* [Exercise description] For the string "Location", search the entries below and copy every line where it appears.
——
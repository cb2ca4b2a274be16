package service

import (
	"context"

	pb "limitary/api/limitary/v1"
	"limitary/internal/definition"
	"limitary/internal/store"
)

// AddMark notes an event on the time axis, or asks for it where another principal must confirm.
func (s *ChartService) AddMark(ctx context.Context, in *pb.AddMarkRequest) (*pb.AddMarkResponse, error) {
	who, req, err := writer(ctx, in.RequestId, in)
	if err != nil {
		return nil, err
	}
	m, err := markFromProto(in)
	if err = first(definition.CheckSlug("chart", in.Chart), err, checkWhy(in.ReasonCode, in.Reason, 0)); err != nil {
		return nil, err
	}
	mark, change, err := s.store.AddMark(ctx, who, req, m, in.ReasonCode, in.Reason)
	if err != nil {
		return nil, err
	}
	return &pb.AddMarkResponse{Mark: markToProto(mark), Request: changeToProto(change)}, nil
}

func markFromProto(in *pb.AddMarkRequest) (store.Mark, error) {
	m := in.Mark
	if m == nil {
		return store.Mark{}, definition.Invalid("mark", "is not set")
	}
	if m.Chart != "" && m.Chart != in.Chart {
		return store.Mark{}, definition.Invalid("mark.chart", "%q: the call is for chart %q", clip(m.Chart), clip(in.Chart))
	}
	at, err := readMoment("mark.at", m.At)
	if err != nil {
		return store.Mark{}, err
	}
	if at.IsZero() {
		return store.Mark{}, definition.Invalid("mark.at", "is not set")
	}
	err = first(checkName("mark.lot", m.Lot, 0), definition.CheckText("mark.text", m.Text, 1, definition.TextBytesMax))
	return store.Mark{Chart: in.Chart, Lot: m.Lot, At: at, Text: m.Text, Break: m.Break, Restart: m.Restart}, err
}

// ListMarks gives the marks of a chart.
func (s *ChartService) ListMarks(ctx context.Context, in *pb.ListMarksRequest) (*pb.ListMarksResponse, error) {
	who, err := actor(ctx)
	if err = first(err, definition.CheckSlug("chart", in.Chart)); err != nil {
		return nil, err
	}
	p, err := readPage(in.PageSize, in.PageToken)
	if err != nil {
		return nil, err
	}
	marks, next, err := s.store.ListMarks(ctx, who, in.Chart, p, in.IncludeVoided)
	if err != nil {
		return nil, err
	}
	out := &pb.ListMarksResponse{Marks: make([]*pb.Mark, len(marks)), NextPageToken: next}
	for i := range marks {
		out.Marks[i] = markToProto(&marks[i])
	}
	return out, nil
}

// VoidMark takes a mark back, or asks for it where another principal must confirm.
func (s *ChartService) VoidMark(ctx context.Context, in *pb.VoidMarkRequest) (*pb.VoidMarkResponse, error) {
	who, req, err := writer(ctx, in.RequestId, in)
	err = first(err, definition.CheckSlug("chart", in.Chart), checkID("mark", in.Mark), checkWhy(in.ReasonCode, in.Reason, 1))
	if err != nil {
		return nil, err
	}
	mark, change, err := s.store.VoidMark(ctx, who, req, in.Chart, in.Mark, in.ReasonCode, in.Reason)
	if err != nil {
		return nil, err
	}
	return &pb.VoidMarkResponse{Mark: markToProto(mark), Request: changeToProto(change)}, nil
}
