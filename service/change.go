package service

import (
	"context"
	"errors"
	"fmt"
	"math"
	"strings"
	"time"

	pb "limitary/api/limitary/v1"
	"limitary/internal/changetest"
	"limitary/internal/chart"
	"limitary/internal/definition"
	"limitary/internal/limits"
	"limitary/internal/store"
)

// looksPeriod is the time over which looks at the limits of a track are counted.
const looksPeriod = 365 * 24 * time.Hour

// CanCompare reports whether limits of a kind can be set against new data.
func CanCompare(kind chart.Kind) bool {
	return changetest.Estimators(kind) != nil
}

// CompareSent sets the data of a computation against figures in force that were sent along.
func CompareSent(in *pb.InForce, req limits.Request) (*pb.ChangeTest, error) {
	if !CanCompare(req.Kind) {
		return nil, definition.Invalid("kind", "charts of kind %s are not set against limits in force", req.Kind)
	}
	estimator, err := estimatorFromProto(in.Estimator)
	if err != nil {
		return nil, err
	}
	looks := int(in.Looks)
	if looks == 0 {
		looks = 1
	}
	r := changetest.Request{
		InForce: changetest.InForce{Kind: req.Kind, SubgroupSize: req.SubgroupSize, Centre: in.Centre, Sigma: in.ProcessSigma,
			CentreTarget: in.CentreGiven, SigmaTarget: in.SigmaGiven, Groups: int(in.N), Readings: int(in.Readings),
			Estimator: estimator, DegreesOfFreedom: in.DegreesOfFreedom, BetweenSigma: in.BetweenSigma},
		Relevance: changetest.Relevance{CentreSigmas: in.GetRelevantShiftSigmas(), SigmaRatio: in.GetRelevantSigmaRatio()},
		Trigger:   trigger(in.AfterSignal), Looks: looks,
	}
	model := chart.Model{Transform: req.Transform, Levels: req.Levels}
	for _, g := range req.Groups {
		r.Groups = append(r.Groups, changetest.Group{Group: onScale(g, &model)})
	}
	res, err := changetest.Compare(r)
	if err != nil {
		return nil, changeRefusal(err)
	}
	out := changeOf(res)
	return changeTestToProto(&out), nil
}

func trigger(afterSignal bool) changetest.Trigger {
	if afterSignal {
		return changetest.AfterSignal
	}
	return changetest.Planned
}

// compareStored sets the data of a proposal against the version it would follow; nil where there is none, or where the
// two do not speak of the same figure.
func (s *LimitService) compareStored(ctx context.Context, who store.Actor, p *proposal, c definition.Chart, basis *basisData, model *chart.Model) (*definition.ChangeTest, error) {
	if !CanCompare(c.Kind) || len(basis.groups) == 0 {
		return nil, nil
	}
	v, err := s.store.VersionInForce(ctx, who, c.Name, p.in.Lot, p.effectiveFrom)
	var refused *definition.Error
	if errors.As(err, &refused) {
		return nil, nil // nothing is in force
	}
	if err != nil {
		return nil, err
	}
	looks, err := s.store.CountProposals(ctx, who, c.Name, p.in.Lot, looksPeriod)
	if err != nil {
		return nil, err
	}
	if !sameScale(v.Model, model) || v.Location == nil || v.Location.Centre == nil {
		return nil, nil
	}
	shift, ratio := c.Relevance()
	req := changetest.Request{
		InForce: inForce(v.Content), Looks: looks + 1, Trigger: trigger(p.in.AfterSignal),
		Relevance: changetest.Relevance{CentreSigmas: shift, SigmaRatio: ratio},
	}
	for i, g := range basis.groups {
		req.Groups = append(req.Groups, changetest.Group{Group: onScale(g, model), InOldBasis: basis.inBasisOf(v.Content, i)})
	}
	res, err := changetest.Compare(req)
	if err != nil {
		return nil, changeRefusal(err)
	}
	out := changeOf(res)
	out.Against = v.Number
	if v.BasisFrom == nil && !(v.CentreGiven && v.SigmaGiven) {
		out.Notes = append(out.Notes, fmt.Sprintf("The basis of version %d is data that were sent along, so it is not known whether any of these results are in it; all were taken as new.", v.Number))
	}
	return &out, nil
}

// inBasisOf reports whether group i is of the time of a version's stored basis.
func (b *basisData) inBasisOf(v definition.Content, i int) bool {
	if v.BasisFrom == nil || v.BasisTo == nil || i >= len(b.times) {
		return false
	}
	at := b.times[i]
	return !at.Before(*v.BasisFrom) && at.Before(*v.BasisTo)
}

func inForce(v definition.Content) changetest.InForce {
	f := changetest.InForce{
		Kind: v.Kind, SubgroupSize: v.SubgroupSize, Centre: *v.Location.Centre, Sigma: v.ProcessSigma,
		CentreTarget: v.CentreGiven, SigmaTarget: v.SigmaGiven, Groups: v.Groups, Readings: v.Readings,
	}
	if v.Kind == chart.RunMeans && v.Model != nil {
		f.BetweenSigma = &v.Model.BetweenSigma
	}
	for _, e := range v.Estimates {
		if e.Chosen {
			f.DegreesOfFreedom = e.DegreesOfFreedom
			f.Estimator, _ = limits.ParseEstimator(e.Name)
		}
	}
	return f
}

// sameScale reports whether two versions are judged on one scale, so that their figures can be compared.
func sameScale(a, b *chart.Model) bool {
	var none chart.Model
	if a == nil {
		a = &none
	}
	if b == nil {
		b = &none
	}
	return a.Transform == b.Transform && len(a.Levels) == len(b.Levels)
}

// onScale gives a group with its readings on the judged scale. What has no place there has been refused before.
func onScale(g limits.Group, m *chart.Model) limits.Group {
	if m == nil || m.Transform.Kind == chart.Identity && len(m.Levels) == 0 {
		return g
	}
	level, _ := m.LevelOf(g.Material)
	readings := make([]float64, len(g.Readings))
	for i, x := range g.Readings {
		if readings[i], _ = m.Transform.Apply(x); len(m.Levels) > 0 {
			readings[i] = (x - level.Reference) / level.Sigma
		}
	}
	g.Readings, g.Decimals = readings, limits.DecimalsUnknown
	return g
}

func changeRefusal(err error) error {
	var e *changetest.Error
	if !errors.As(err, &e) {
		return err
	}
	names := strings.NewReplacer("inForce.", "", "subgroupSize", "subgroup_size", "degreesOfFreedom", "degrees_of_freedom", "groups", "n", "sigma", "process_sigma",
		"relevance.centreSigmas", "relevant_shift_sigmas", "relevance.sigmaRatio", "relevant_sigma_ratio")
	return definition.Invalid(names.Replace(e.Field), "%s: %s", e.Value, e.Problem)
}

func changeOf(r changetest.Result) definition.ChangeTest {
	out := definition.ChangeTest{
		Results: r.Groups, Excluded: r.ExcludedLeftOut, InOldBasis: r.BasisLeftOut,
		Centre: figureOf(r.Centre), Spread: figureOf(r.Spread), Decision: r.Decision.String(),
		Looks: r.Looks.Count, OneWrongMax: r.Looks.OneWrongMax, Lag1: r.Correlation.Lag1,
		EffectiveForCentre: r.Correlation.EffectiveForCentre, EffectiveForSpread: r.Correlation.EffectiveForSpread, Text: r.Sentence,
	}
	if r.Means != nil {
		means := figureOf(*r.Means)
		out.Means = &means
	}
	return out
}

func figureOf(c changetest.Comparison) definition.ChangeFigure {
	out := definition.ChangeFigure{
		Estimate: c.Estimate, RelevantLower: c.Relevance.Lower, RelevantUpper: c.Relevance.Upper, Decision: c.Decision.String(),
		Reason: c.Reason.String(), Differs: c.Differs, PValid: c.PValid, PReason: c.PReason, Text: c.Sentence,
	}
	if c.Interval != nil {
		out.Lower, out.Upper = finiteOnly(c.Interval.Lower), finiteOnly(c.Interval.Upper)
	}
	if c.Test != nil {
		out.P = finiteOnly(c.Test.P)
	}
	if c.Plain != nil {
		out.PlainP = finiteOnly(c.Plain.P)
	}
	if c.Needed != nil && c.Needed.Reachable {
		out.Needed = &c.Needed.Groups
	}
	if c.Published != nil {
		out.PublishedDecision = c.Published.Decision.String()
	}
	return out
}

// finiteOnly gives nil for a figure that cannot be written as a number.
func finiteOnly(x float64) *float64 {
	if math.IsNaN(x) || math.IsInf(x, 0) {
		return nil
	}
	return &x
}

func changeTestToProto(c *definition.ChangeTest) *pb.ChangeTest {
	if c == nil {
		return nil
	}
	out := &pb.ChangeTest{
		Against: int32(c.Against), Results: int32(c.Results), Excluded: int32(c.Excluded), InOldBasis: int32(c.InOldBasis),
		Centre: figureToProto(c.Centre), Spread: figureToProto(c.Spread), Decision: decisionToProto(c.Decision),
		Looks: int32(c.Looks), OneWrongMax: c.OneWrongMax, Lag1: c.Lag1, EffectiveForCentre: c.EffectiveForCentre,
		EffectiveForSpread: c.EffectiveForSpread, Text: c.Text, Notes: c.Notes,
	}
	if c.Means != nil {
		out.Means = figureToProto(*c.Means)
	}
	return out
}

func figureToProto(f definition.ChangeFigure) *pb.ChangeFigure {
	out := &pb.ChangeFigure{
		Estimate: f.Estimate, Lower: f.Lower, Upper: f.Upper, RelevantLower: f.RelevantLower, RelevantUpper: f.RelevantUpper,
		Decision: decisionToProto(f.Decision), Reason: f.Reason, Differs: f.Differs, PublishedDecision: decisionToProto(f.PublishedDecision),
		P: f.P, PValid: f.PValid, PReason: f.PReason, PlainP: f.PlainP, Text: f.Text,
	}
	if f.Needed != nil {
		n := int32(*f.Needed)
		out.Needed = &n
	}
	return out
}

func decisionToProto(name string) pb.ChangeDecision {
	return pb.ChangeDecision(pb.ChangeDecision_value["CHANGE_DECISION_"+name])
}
——
* [Answer section]
	if !sameScale(v.Model, model) || v.Location == nil || v.Location.Centre == nil {
		Kind: v.Kind, SubgroupSize: v.SubgroupSize, Centre: *v.Location.Centre, Sigma: v.ProcessSigma,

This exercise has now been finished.